Collected data entries:
·····

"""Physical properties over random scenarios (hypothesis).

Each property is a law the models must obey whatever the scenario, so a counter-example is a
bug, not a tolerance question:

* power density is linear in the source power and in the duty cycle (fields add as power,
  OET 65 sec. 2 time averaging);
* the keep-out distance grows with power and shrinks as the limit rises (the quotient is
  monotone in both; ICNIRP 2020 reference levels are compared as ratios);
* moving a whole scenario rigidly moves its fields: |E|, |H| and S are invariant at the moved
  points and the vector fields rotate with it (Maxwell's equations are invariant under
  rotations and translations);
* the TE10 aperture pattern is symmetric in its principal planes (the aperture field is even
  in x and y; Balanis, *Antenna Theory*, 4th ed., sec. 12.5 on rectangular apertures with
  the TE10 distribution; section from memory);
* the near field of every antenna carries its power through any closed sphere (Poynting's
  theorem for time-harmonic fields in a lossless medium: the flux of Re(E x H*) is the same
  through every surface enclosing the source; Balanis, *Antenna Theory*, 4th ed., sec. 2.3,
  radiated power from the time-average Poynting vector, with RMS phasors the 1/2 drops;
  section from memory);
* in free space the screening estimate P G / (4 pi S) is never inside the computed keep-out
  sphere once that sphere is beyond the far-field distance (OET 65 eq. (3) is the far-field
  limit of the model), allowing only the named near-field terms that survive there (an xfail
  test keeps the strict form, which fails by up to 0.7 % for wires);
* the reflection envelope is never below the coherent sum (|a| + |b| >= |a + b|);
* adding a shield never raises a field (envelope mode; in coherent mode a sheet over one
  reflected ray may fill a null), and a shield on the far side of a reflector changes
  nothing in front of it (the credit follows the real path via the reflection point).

·····

Prompt: Would you show every line in the data above that contains the string "Poynting"?

Written response:
* the near field of every antenna carries its power through any closed sphere (Poynting's
  radiated power from the time-average Poynting vector, with RMS phasors the 1/2 drops;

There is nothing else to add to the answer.